Asp di Cosenza nel caos, «Bernaudo è incompatibile»

In un documento inviato al commissario dell'azienda sanitaria il presidente dell'Aiop Paolini denuncia il presunto ruolo “anomalo” della responsabile della “Spedalità”: ha denunciato diverse cliniche per truffa e tutti sono stati assolti mentre ora è lei a rischiare l'incriminazione per calunnia

Il “principe”, o “principessa”, dei controllori che rischia fortemente di dover essere “controllato”, o “controllata”, a sua volta. Una contraddizione in termini, o anche peggio. Se non siamo al corto circuito poco ci manca e va da sé che anche questa, di rogna, proprio non ci voleva dentro il Palazzone disgraziato e inguaiato ma pieno di euro dell’Asp di Cosenza.
Se c’è un “papa” vero dentro la più grande azienda sanitaria calabrese e una delle più ingombranti del Paese questo, o questa, è da rintracciare nel responsabile dell’U.o.c. Spedalità. Tutto passa da questa postazione, o quasi. E ci passa soprattutto il regno delle cliniche private accreditate con tutto quello che questo significa dalle parti conterranee. A ricoprire questo prestigioso e impegnativo ruolo, al momento, è Giuliana Bernaudo, un profilo identitario di lungo corso e di comprovata esperienza in campo di management sanitario. Ma proprio Giuliana Bernaudo, oggi al comando della “Spedalità” dentro l’Asp più grande che c’è, è oggetto di una pesante denuncia da parte del vertice dell’Aiop, l’associazione dell’ospedalità privata.

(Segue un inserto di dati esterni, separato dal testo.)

// Single-use, expiring links for invitations and password resets. The link carries 32 random bytes; the
// database keeps only their SHA-256, so reading the table does not give anyone a working link. Issuing a
// new token of a purpose voids the person's earlier open ones of that purpose.
import { hashSecretToken, newSecretToken } from '@/lib/auth/secret-token';
import type { Knex } from 'knex';
import { z } from 'zod';
import { db } from '@/lib/db';
import { recordAudit } from '@/lib/audit';
import { ApiError } from '@/lib/http';
import { hashPassword, passwordSchema } from '@/lib/auth/passwords';
import type { UserRow } from '@/lib/people';

export type TokenPurpose = 'invite' | 'reset';

export const TOKEN_LIFETIME_MINUTES: Record<TokenPurpose, number> = {
  invite: 7 * 24 * 60, // a week to accept an invitation
  reset: 60, // an hour to use a reset link
};

export const tokenSchema = z
  .string({ error: 'The link token is missing.' })
  .regex(/^[A-Za-z0-9_-]{43}$/, 'The link is not a Modeshelf link (malformed token).');

export const redeemSchema = z.object({ token: tokenSchema, password: passwordSchema });

export async function issueToken(
  trx: Knex.Transaction,
  userId: string,
  purpose: TokenPurpose,
  createdBy: string | null,
  now = new Date(),
): Promise<string> {
  const token = newSecretToken();
  await trx('auth_tokens').where({ user_id: userId, purpose }).whereNull('used_at').delete();
  await trx('auth_tokens').insert({
    user_id: userId,
    purpose,
    token_hash: hashSecretToken(token),
    expires_at: new Date(now.getTime() + TOKEN_LIFETIME_MINUTES[purpose] * 60_000),
    created_by: createdBy,
  });
  return token;
}

export interface TokenInfo {
  purpose: TokenPurpose;
  email: string;
  name: string;
}

type TokenState =
  | { valid: true; info: TokenInfo; tokenId: string; user: UserRow }
  | { valid: false; code: 'unknown' | 'used' | 'expired' | 'deactivated'; message: string };

async function lookUp(trx: Knex | Knex.Transaction, token: string, lock: boolean, now: Date): Promise<TokenState> {
  const query = trx('auth_tokens').where({ token_hash: hashSecretToken(token) }).first();
  const row = lock ? await query.forUpdate() : await query;
  if (!row) {
    return { valid: false, code: 'unknown', message: 'This link is not valid. It may have been replaced by a newer one.' };
  }
  if (row.used_at) return { valid: false, code: 'used', message: 'This link has already been used; each link works once.' };
  if (row.expires_at <= now) {
    return { valid: false, code: 'expired', message: 'This link has expired. Ask an admin to send a new one.' };
  }
  const user = await trx<UserRow>('users').where({ id: row.user_id }).first();
  if (!user || (row.purpose === 'reset' && !user.active)) {
    return { valid: false, code: 'deactivated', message: 'This account has been deactivated.' };
  }
  return { valid: true, tokenId: String(row.id), user, info: { purpose: row.purpose, email: user.email, name: user.name } };
}

/** For the invitation and reset pages: whose link this is, or why it no longer works. Changes nothing. */
export async function inspectToken(token: string, now = new Date()): Promise<TokenState> {
  if (!tokenSchema.safeParse(token).success) {
    return { valid: false, code: 'unknown', message: 'This link is not valid.' };
  }
  return lookUp(db(), token, false, now);
}

/** Sets the password and spends the token, in one transaction. Returns the account's e-mail. */
export async function redeemToken(token: string, password: string, now = new Date()): Promise<TokenInfo> {
  const passwordHash = await hashPassword(password);
  return db().transaction(async (trx) => {
    const state = await lookUp(trx, token, true, now);
    if (!state.valid) throw new ApiError(410, `token_${state.code}`, state.message, 'token');
    await trx('auth_tokens').where({ id: state.tokenId }).update({ used_at: now });
    await trx('users')
      .where({ id: state.user.id })
      .update({ password_hash: passwordHash, updated_at: trx.fn.now() });
    await recordAudit(trx, {
      actorId: null,
      action: state.info.purpose === 'invite' ? 'user.invitation_accepted' : 'user.password_reset',
      subjectType: 'user',
      subjectId: state.user.id,
      details: {},
    });
    return state.info;
  });
}
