// Password hashing with bcrypt (bcryptjs: pure JavaScript, so no native build step). The rules a password
// must meet are in password-rules.ts.
import bcrypt from 'bcryptjs';
import { passwordSchema } from '@/lib/auth/password-rules';

export { passwordSchema } from '@/lib/auth/password-rules';

function rounds(): number {
  // Cost 11 is common practice for interactive sign-in; tests may lower it through BCRYPT_ROUNDS.
  const fromEnv = Number(process.env.BCRYPT_ROUNDS);
  return Number.isInteger(fromEnv) && fromEnv >= 4 && fromEnv <= 15 ? fromEnv : 11;
}

export async function hashPassword(password: string): Promise<string> {
  passwordSchema.parse(password);
  return bcrypt.hash(password, rounds());
}

// A real bcrypt hash (cost 11) of a random string, compared against when the e-mail names no account, so
// the answer takes as long as for a real account and timing does not tell which addresses exist.
const DUMMY_HASH = '$2b$11$61Ez2yaYVPkpcdn8j4fNo.vkl8Uma8kZxRTUj8N92P506Z3hhUgBO';

export async function verifyPassword(password: string, hash: string | null): Promise<boolean> {
  if (!hash) {
    await bcrypt.compare(password, DUMMY_HASH);
    return false;
  }
  return bcrypt.compare(password, hash);
}
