// What Modeshelf puts into next-auth's session and JWT: the account id and its role.
import type { Role } from '@/lib/roles';

declare module 'next-auth' {
  interface User {
    id: string;
    role: Role;
  }
  interface Session {
    user: { id: string; email: string; name: string; role: Role };
  }
}

declare module 'next-auth/jwt' {
  interface JWT {
    role?: Role;
    name?: string | null;
    email?: string | null;
  }
}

Che in una lettera datata 13 maggio “avverte” il commissario dell’Asp (ma anche Santelli, Cotticelli, Crocco e Belcastro) che tira aria di profonda anomalia dentro il Palazzo con profili di «palese incompatibilità della posizione di Giuliana Bernaudo».
Nel 2010 proprio Bernaudo è autrice «di una circostanziata denuncia per truffa aggravata nei confronti di diverse strutture – si legge nel documento dell’Aiop -. Il lungo processo si è concluso con l’assoluzione piena di tutti gli imputati per insussistenza dei fatti denunciati». E non è tutto, secondo l’Aiop. Perché ora le cliniche denunciate da Bernaudo (e totalmente assolte) intendono passare all’attacco «manifestando la loro intenzione di procedere per calunnia e risarcimento danni nei confronti della d.ssa Bernaudo». Da denunciante a probabile denunciata. E, per di più, ricoprendo il ruolo di “controllore” delle stesse cliniche private che ora passano all’attacco. «In questa situazione – continua ancora l’Aiop nella sua denuncia al commissario dell’Asp di Cosenza -, emerge in maniera palese e conclamata l’incompatibilità di Bernaudo a permanere in un ruolo che comporta l’esercizio di poteri e lo svolgimento di attività che per i motivi di cui sopra – e cioè per la calunnia che i soggetti assolti ritengono sia stata posta in essere e per l’instauranda azione penale dagli stessi annunciata – non può essere realizzata con la necessaria serenità, imparzialità ed oggettività di giudizio».
Il “controllore” che diventa “controllato”, o “controllata”. «Per questo – conclude l’Aiop – le rappresento l’urgenza di un suo prudenziale diretto ed immediato intervento».

I.T.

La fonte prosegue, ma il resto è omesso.